Jean-Dominique Bauby is shown his memoirs

The Vatican daily L’Osservatore Romano has praised the new film “The Diving Bell and the Butterfly,” which recounts the real-life story of a French journalist who became completely paralyzed at the age of 43 and was only able to communicate by blinking an eyelid.
 
The film tells the story of husband and father of three Jean-Dominique Bauby, the successful editor of the magazine Elle, who suffered a stroke on December 8, 1995, and was afterwards stricken with “Locked-in Syndrome,” in which all physical functions cease but mental faculties remain intact.

“The Diving Bell and the Butterfly” was directed by American Jewish director Julian Schnabel.  Actor Mathieu Amalric plays Bauby, “who is a complete prisoner of his own body and is only able to blink his left eye-lid,” L’Osservatore Romano reports.

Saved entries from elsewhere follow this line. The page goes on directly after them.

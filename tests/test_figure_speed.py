"""Large grids in the figure set: period means in one computation, drawn at most
``MAX_CELLS_PER_PIXEL`` cells per PNG pixel as area-weighted block means.

Independent references: the block means are worked out with plain numpy loops over the
blocks (weights are the cells' areas); the area of a block of whole cells is the spherical
zone formula R^2 dlon (sin lat2 - sin lat1) with the authalic radius 6,371,007.2 m
(Snyder 1987, USGS PP 1395, eq. for the area of a zone; radius from NGA TR8350.2); the
number of pixels across a panel is its width in inches x 300 dpi (the figure's width in mm /
25.4 minus the 0.6 inch of margins the layout keeps, this tool's layout).
"""

from __future__ import annotations

import math

import numpy as np
import pytest
import xarray as xr
from dask.callbacks import Callback

from euphotic import figureset
from euphotic.geo import cell_area

from .test_figureset import _synthetic_maps

AUTHALIC_RADIUS_M = 6371007.2  # NGA TR8350.2 authalic sphere (as written in the source)


def _loop_block_mean(v, w, f):
    """The block means by hand: a loop over the blocks, NaN cells left out."""
    ny, nx = v.shape
    out = np.full((math.ceil(ny / f), math.ceil(nx / f)), np.nan)
    wsum = np.zeros_like(out)
    for i in range(out.shape[0]):
        for j in range(out.shape[1]):
            bv = v[i * f:(i + 1) * f, j * f:(j + 1) * f]
            bw = w[i * f:(i + 1) * f, j * f:(j + 1) * f]
            ok = np.isfinite(bv)
            wsum[i, j] = bw[ok].sum()
            if ok.any():
                out[i, j] = (bv[ok] * bw[ok]).sum() / bw[ok].sum()
    return out, wsum


def test_block_mean_is_the_area_weighted_mean_of_the_cells_with_a_value():
    rng = np.random.default_rng(8)
    lat, lon = np.arange(-4.5, 5.5, 1.0), np.arange(100.5, 114.5, 1.0)  # 10 x 14 cells
    v = rng.uniform(10, 1000, (10, 14))  # invented rates
    v[rng.random((10, 14)) < 0.3] = np.nan
    v[0:3, 0:3] = np.nan  # one block without any value
    w = cell_area(lat, lon)
    mean, weight = figureset.block_mean(v, w, 3)
    want, wsum = _loop_block_mean(v, w, 3)
    assert mean.shape == (4, 5)  # the last row and column of blocks hold what is left over
    np.testing.assert_allclose(mean, want, rtol=1e-12)
    np.testing.assert_allclose(weight, wsum, rtol=1e-12)
    assert np.isnan(mean[0, 0]) and weight[0, 0] == 0.0
    # a block of whole cells with every value: its weight is the area of the 3 x 3 degree
    # block on the sphere, R^2 dlon (sin lat2 - sin lat1) (worked out here, not from geo)
    full, area = figureset.block_mean(np.ones((10, 14)), w, 3)
    band = AUTHALIC_RADIUS_M ** 2 * np.deg2rad(3.0) * (np.sin(np.deg2rad(-2.0))
                                                       - np.sin(np.deg2rad(-5.0)))
    assert area[0, 0] == pytest.approx(band, rel=1e-12)
    assert (full == 1.0).all()
    # block means of block means (with their weights) are the block means of the cells
    m2, w2 = figureset.block_mean(*figureset.block_mean(v[:, :12], w[:, :12], 2), 3)
    np.testing.assert_allclose(m2, _loop_block_mean(v[:, :12], w[:, :12], 6)[0], rtol=1e-12)


def _wide_maps():
    """A 60 x 4800 cell grid (0.01 degree, invented values), wider than 2 cells a pixel of a
    two-column panel: rates rising west to east, a land block and a half-land block."""
    lat = 40.005 + 0.01 * np.arange(60)
    lon = -30.0 + 0.005 + 0.01 * np.arange(4800)
    ny, nx = len(lat), len(lon)
    base = np.tile(np.linspace(50.0, 800.0, nx), (ny, 1))
    later = base * 1.2
    cov = np.full((ny, nx), 0.9)
    for a in (base, later, cov):
        a[:, :100] = np.nan  # land: whole blocks
        a[:, 201] = np.nan  # land in one column of a block of two
    cov[:, 300:400] = 0.2  # low coverage
    return _synthetic_maps(lat, lon, years=(2020, 2021), npp={"vgpm": {2020: base, 2021: later}},
                           cov={"vgpm": {2020: cov, 2021: cov}}), base, later, cov


def test_a_large_grid_is_drawn_as_block_means():
    import matplotlib.pyplot as plt

    maps, base, later, cov = _wide_maps()
    # two-column figure, one panel: (180 / 25.4 - 0.6) in x 300 dpi = 1946 px across; 4800
    # cells at most 1 a pixel need blocks of ceil(4800 / 1946) = 3 cells (hand-worked)
    assert figureset.MAX_CELLS_PER_PIXEL == 1.0
    assert figureset._reduce_factor(60, 4800, panel_width_in=180 / 25.4 - 0.6) == 3
    d = figureset.map_panels(maps, period=(2020, 2021), min_coverage=0.5)
    mesh = d.artists["meshes"][0]
    drawn = np.ma.filled(mesh.get_array(), np.nan).reshape(20, 1600)
    w = cell_area(maps["lat"].values, maps["lon"].values)
    want, _ = _loop_block_mean((base + later) / 2, w, 3)  # mean over 24 months (12 each)
    np.testing.assert_allclose(drawn, want, rtol=1e-6)  # float32 sums over 24 months
    assert np.isnan(drawn[:, :33]).all()  # all-land blocks (columns 0-98) stay land
    # the block of columns 201-203, 201 land: the mean of its two ocean columns (one value
    # down each column, so the areas of the rows weigh both alike)
    assert np.isfinite(drawn[:, 67]).all()
    np.testing.assert_allclose(drawn[:, 67], (base[::3, 202:204] + later[::3, 202:204]).mean(1)
                               / 2, rtol=1e-6)
    # the caption's count of low-coverage cells is of the run's cells, not of blocks
    assert "Model vgpm: 6000 cells" in d.caption  # 60 rows x 100 columns (hand count)
    plt.close(d.figure)
    # the three panels of baseline | period | change: at most (180 / 25.4 - 0.6) / 3 x 300 =
    # 649 px across, so blocks of at least ceil(4800 / 649) = 8 cells, made of the means'
    # blocks of 3: 3 x 3 = 9 cells, ceil(60 / 9) x ceil(4800 / 9) = 7 x 534 blocks
    c = figureset.comparison_panels(maps, period=(2021, 2021), baseline=(2020, 2020))
    assert c.artists["means"][0].get_array().size == 7 * 534
    change = np.ma.filled(c.artists["changes"][0].get_array(), np.nan).reshape(7, 534)
    np.testing.assert_allclose(change[:, 12:], 20.0, rtol=1e-5)  # later = 1.2 x base
    plt.close(c.figure)


class _Count(Callback):
    def __init__(self):
        super().__init__()
        self.n = 0

    def _start(self, dsk):
        self.n += 1


def test_every_map_of_the_set_comes_from_one_computation():
    import matplotlib.pyplot as plt

    maps, *_ = _wide_maps()
    ch = {"time": 1, "lat": 30, "lon": 1200}  # dask-backed values, as results.open_maps
    maps = maps.assign(npp=maps["npp"].chunk(ch), coverage=maps["coverage"].chunk(ch))
    with _Count() as count:
        drawn, notes = figureset.draw_all(maps, xr.Dataset(), min_coverage=0.5)
    assert [d.name for d in drawn] == ["fig_npp_maps", "fig_npp_difference",
                                       "fig_npp_baseline_period_change", "fig_npp_ratio"]
    assert notes == ["no regional figures: the run has no regions"]
    assert count.n == 1
    for d in drawn:
        plt.close(d.figure)
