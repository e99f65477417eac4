"""Figures of a committed run for a proposal or report (``euphotic figures FOLDER``).

Drawn from the run's results as data (:func:`euphotic.results.open_maps` and
:func:`euphotic.results.open_totals`, through :mod:`euphotic.compare`); nothing re-reads the
inputs. Each figure is written as a PNG at :data:`DPI` and a vector PDF at one of the
:data:`WIDTHS_MM` print widths, with a caption beside it (``NAME.caption.md`` and
``NAME.caption.txt``). The whole set is added to the run's folder as one unit under the kind
:data:`KIND`; a new set replaces the old one.

matplotlib, cartopy and cmcrameri are imported inside the drawing functions, so the compute
path never pays for them. No drawing step needs a network: land is where the run's
``coverage`` is NaN (the run's own ocean mask), and no coastline data set is read.

The drawing functions return the :class:`matplotlib.figure.Figure` (and what was drawn with
it) so that tests and notebooks can inspect the artists before anything is saved.
"""

from __future__ import annotations

import math
import textwrap
import warnings
from collections.abc import Iterator
from dataclasses import dataclass, field
from pathlib import Path
from typing import Any, Literal

import numpy as np
import xarray as xr

from euphotic import __version__, compare, ensemble, results, runfolder
from euphotic.aggregate import FLAG_LOW_COVERAGE
from euphotic.errors import EuphoticError, NoRunError
from euphotic.figures import MAX_REGIONS_DRAWN  # more regions than this are not outlined
from euphotic.outputs import CAUTION

#: The kind under which the figure set is listed in the run manifest; a new
#: ``euphotic figures`` replaces the whole set.
KIND = "figure set"
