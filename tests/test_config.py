"""Config checking: every key's type and allowed values, one line naming file, table and key.

The expected messages are this project's own wording (the README's configuration tables);
TOML types are those of the TOML 1.0 specification as read by the standard library's tomllib.
"""

from __future__ import annotations

import logging
from pathlib import Path

import numpy as np
import pytest
from click.testing import CliRunner

from euphotic.cli import main
from euphotic.config import config_problems, load_config
from euphotic.errors import ConfigError

from ._grids import CHL_STD, INPUTS, PAR_STD, SST_STD, grid, write_field


def _cfg(tmp: Path, run: str = "", inputs: str = INPUTS, extra: str = "") -> Path:
    path = tmp / "run.toml"
    path.write_text(f"[run]\n{run}\n{inputs}\n{extra}\n")
    return path


def _error(path: Path) -> str:
    with pytest.raises(ConfigError) as info:
        load_config(path)
    msg = str(info.value)
    assert "\n" not in msg
    return msg


# ---- the four cases that were broken ------------------------------------------------------


def test_files_of_wrong_type_names_file_table_and_key(tmp_path):
    path = _cfg(tmp_path, inputs=INPUTS.replace('files = "chl/*.nc"', "files = 42"))
    assert _error(path) == (
        f"{path} [inputs.chl]: `files` must be a path, a glob pattern or a list of them "
        "(strings), not 42"
    )


def test_files_of_wrong_type_through_cli_is_one_line_not_unexpected(tmp_path):
    path = _cfg(tmp_path, inputs=INPUTS.replace('files = "chl/*.nc"', "files = 42"))
    res = CliRunner().invoke(main, ["run", str(path), "-q"])
    assert res.exit_code == 1
    assert res.stderr == (
        f"euphotic: error: {path} [inputs.chl]: `files` must be a path, a glob pattern or a "
        "list of them (strings), not 42\n"
    )


@pytest.mark.parametrize("given", ['"false"', '"true"', "0", "1"])
def test_figures_must_be_a_toml_boolean(tmp_path, given):
    path = _cfg(tmp_path, run=f"figures = {given}")
    assert _error(path) == (
        f"{path} [run]: `figures` must be true or false (a TOML boolean, without quotes), "
        f"not {given}"
    )


@pytest.mark.parametrize("given", ["true", "false"])
def test_figures_boolean_is_taken_as_given(tmp_path, given):
    assert load_config(_cfg(tmp_path, run=f"figures = {given}")).figures is (given == "true")


def _write_inputs(tmp: Path) -> None:
    """One day (2024-03-01) of chl, PAR and SST on a 0.5-degree 4 x 4 degree grid."""
    lat, lon = grid(0.0, 4.0, 0.0, 4.0, 0.5)
    shape = (len(lat), len(lon))
    day = {"start": "2024-03-01", "end": "2024-03-01"}
    write_field(tmp / "chl" / "c.nc", "chl", CHL_STD, "mg m-3", np.full(shape, 0.3), lat, lon, **day)
    write_field(tmp / "par" / "p.nc", "par", PAR_STD, "einstein m-2 day-1", np.full(shape, 30.0),
                lat, lon, **day)
    write_field(tmp / "sst" / "s.nc", "sst", SST_STD, "degC", np.full(shape, 15.0), lat, lon, **day)


REST = """output_dir = "out"
figures = false
"""
REGION = """
[ocean]
source = "temperature"
[[regions]]
name = "Box"
box = [0.0, 0.0, 4.0, 4.0]
"""


def test_empty_model_list_is_an_error_and_keeps_the_previous_table(tmp_path):
    _write_inputs(tmp_path)
    good = CliRunner().invoke(main, ["run", str(_cfg(tmp_path, REST, extra=REGION)), "-q"])
    assert good.exit_code == 0, good.output
    csv = tmp_path / "out" / "regional_totals.csv"
    before = csv.read_bytes()
    assert before.count(b"\n") == 2  # header and the one row (Box, 2024-03, vgpm)
    path = _cfg(tmp_path, "models = []\n" + REST, extra=REGION)
    res = CliRunner().invoke(main, ["run", str(path), "-q"])
    assert res.exit_code == 1
    assert res.stderr == (
        f"euphotic: error: {path} [run]: `models` is empty; name at least one of "
        "cbpm, eppley_vgpm, pi_platt, vgpm\n"
    )
    assert csv.read_bytes() == before
    assert sorted(p.name for p in (tmp_path / "out").iterdir()) == [
        ".euphotic.lock", "euphotic_manifest.json", "npp_vgpm_2024-03.nc", "regional_totals.csv",
        "regional_totals.csv-metadata.json", "regions.nc",
    ]


def test_duplicate_models_run_once_with_a_warning(tmp_path):
    _write_inputs(tmp_path)
    path = _cfg(tmp_path, 'models = ["vgpm", "vgpm"]\n' + REST, extra=REGION)
    res = CliRunner().invoke(main, ["run", str(path), "-q"])
    assert res.exit_code == 0, res.output
    assert res.stderr == 'euphotic: warning: models: "vgpm" listed twice; running it once\n'
    assert sorted(p.name for p in (tmp_path / "out").iterdir()) == [
        ".euphotic.lock", "euphotic_manifest.json", "npp_vgpm_2024-03.nc", "regional_totals.csv",
        "regional_totals.csv-metadata.json", "regions.nc",
    ]
    rows = (tmp_path / "out" / "regional_totals.csv").read_text().splitlines()
    assert len(rows) == 2 and rows[1].startswith("Box,2024-03,vgpm,")


def test_duplicate_models_dropped_in_order(tmp_path, caplog):
    log = logging.getLogger("euphotic")
    log.addHandler(caplog.handler)
    try:
        cfg = load_config(_cfg(tmp_path, 'models = ["eppley_vgpm", "vgpm", "eppley_vgpm", '
                                         '"eppley_vgpm"]'))
    finally:
        log.removeHandler(caplog.handler)
    assert cfg.models == ["eppley_vgpm", "vgpm"]
    assert [r.getMessage() for r in caplog.records] == [
        'models: "eppley_vgpm" listed 3 times; running it once'
    ]


# ---- every other key ----------------------------------------------------------------------


@pytest.mark.parametrize(
    ("run", "table", "problem"),
    [
        ("title = 3", "[run]", "`title` must be a non-empty string, not 3"),
        ('title = ""', "[run]", '`title` must be a non-empty string, not ""'),
        ("output_dir = true", "[run]", "`output_dir` must be a folder path (string), not true"),
        ('earth = "flat"', "[run]", '`earth` must be "sphere" or "wgs84", not "flat"'),
        ('output_format = "csv"', "[run]", '`output_format` must be "netcdf" or "zarr", not "csv"'),
        ("months_per_compute = -2", "[run]", "`months_per_compute` must be a whole number >= 0, "
         "not -2"),
        ("months_per_compute = 1.5", "[run]", "`months_per_compute` must be a whole number >= 0, "
         "not 1.5"),
        ("months_per_compute = true", "[run]", "`months_per_compute` must be a whole number >= 0, "
         "not true"),
        ("models = 3", "[run]", "`models` must be a model name or a list of model names "
         "(strings), not 3"),
        ('models = ["vgpm", 2]', "[run]", '`models` must be a model name or a list of model names '
         '(strings), not ["vgpm", 2]'),
        ('models = ["nope"]', "[run]", "unknown model 'nope'; choose from cbpm, eppley_vgpm, pi_platt, vgpm"),
        ('models = ["vgpm"]\nmodel = "vgpm"', "[run]", "give `models` or `model`, not both"),
        ('start = "April"', "[run]", '`start` must be a date: a TOML date (2025-04-01) or a string '
         '"YYYY-MM-DD", not "April"'),
        ('start = "2025-02-30"', "[run]", '`start` must be a date: a TOML date (2025-04-01) or a '
         'string "YYYY-MM-DD", not "2025-02-30"'),
        ("end = 2025-04-30T12:00:00", "[run]", '`end` must be a date: a TOML date (2025-04-30) or a '
         'string "YYYY-MM-DD", not 2025-04-30T12:00:00'),
        ("end = 20250430", "[run]", '`end` must be a date: a TOML date (2025-04-30) or a string '
         '"YYYY-MM-DD", not 20250430'),
        ("start = 2025-05-01\nend = 2025-04-30", "[run]",
         "`end` (2025-04-30) is before `start` (2025-05-01)"),
        ("colour = 1", "[run]", "unknown key(s) colour; allowed: end, figures, model, models, "
         "months_per_compute, output_dir, output_format, start, title, earth"),
    ],
)
def test_run_keys(tmp_path, run, table, problem):
    path = _cfg(tmp_path, run=run)
    if problem.startswith("unknown key"):
        assert _error(path).startswith(f"{path} {table}: unknown key(s) colour; allowed: ")
        return
    assert _error(path) == f"{path} {table}: {problem}"


@pytest.mark.parametrize(
    ("line", "problem"),
    [
        ("files = []", "`files` must be a path, a glob pattern or a list of them (strings), not []"),
        ('files = ["a.nc", 1]', '`files` must be a path, a glob pattern or a list of them '
         '(strings), not ["a.nc", 1]'),
        ('variable = ["chl"]', '`variable` must be a variable name (string), not ["chl"]'),
        ("units = 1", '`units` must be a units string such as "mg m-3", not 1'),
        ("date_format = 8", '`date_format` must be a strptime format (string) such as "%Y%m%d", '
         "not 8"),
        ('period = "week"', '`period` must be "day", "month" or a whole number of days > 0, '
         'not "week"'),
        ("period = 0", '`period` must be "day", "month" or a whole number of days > 0, not 0'),
        ('period = "8"', '`period` must be "day", "month" or a whole number of days > 0, not "8"'),
        ("date_pattern = 5", "`date_pattern` must be a regular expression (string) with a named "
         "group (?P<start>...), not 5"),
        # messages of Python's re module (CPython 3.11+) for these two patterns
        ("date_pattern = '_(\\d{8}'", '`date_pattern` "_(\\\\d{8}" is not a regular expression '
         "(missing ), unterminated subpattern at position 1)"),
        ("date_pattern = '_(?P<day>\\d{8})'", '`date_pattern` "_(?P<day>\\\\d{8})" has no named '
         "group `(?P<start>...)`"),
    ],
)
def test_input_keys(tmp_path, line, problem):
    inputs = INPUTS.replace('[inputs.par]\nfiles = "par/*.nc"',
                            f'[inputs.par]\nfiles = "par/*.nc"\n{line}')
    if line.startswith("files"):
        inputs = INPUTS.replace('files = "par/*.nc"', line)
    path = _cfg(tmp_path, inputs=inputs)
    assert _error(path) == f"{path} [inputs.par]: {problem}"


@pytest.mark.parametrize(
    ("line", "problem"),
    [
        ('source = "sky"', '`source` must be "file", "package" or "temperature", not "sky"'),
        ("land_mask = 1", "`land_mask` must be a NetCDF file path (string), not 1"),
        ('source = "file"', "source = 'file' needs `land_mask`"),
        ("variable = false", "`variable` must be a variable name (string), not false"),
    ],
)
def test_ocean_keys(tmp_path, line, problem):
    path = _cfg(tmp_path, extra=f"[ocean]\n{line}")
    assert _error(path) == f"{path} [ocean]: {problem}"


def test_tables_must_be_tables(tmp_path):
    path = tmp_path / "run.toml"
    path.write_text('run = "fast"\n' + INPUTS)
    assert _error(path) == f'{path}: `run` must be a table ([run]), not "fast"'
    path.write_text('[inputs]\nchl = "chl/*.nc"\npar = "p"\nsst = "s"\n')
    assert _error(path) == f'{path} [inputs]: `chl` must be a table ([inputs.chl]), not "chl/*.nc"'


def test_good_values_are_taken(tmp_path):
    cfg = load_config(_cfg(
        tmp_path,
        run='models = "eppley_vgpm"\nstart = 2025-04-01\nend = "2025-04-30"\nearth = "wgs84"\n'
            'title = "Maren Sea"\nmonths_per_compute = 0\noutput_format = "zarr"',
        inputs=INPUTS.replace('files = "sst/*.nc"', 'files = ["sst/a.nc", "sst/b_*.nc"]\n'
                              "date_pattern = '_(?P<start>\\d{8})'\nperiod = 8\nunits = \"K\""),
    ))
    assert cfg.models == ["eppley_vgpm"]
    assert cfg.start == np.datetime64("2025-04-01") and cfg.end == np.datetime64("2025-04-30")
    assert (cfg.earth, cfg.title, cfg.months_per_compute, cfg.output_format) == (
        "wgs84", "Maren Sea", 0, "zarr")
    sst = cfg.inputs["sst"]
    assert (sst.files, sst.date_pattern, sst.period, sst.units) == (
        ["sst/a.nc", "sst/b_*.nc"], r"_(?P<start>\d{8})", 8, "K")


def test_every_config_problem_listed_by_check_first_by_run(tmp_path):
    path = _cfg(
        tmp_path, run='figures = "false"\nmodels = []',
        inputs=INPUTS.replace('files = "chl/*.nc"', "files = 42"), extra='[ocean]\nsource = "sky"',
    )
    expected = [
        f'{path} [run]: `figures` must be true or false (a TOML boolean, without quotes), not "false"',
        f"{path} [run]: `models` is empty; name at least one of cbpm, eppley_vgpm, pi_platt, vgpm",
        f"{path} [inputs.chl]: `files` must be a path, a glob pattern or a list of them "
        "(strings), not 42",
        f'{path} [ocean]: `source` must be "file", "package" or "temperature", not "sky"',
    ]
    assert [str(p) for p in config_problems(path)] == expected
    assert _error(path) == expected[0]
    res = CliRunner().invoke(main, ["check", str(path)])
    assert res.exit_code == 1 and res.stdout == ""
    assert res.stderr.splitlines() == [f"euphotic: error: {e}" for e in expected]
    res = CliRunner().invoke(main, ["run", str(path), "-q"])
    assert res.exit_code == 1
    assert res.stderr.splitlines() == [f"euphotic: error: {expected[0]}"]


def test_a_good_config_has_no_problems():
    assert config_problems(Path(__file__).resolve().parents[1] / "configs" / "demo.toml") == []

“Completely in tune with his situation of handicap and suffering, listening to the voices of his brain and not his mouth, as if we were a privileged audience, we witness Bauby’s slow realization of his new and precarious existence.  First, as a complete rejection of life and of the future,” and later with “the acceptance of this unnatural and incredible reality.”

Thanks to the help of a Christian speech therapist, “he is able to communicate with the outside world and thus dictate his memoirs, which would be published ten days before his death under the title of ‘The Diving Bell and the Butterfly’.”

“Schnabel’s movie, written with passion by Ronald Harwood, is fortunately not a thesis, it does not inevitably promote rejection, it does not play with the emotions or take part in any kind of moral campaign in support of euthanasia, like the movie ‘The Sea Inside’ by Alejandro Amenabar did without shame or impartiality,” the Vatican newspaper stated.

The movie shows the complex relationship between Bauby and his family, his doctors, a priest and various colleagues, underscoring that appreciation for human life can overcome the most extreme situations. 

L’Osservatore Romano stressed that Schnabel’s efforts echo the words Paul VI spoke to actors and film directors in May of 1967, when he exhorted them to use their craft to show the mystery of human life, “even when that life, as in the case of Bauby, seems to have absolutely no meaning.”

The film won the Golden Globe award for best foreign film and best director.  It has four Oscar nominations, and Schnabel won the award for best director at the last Cannes film festival.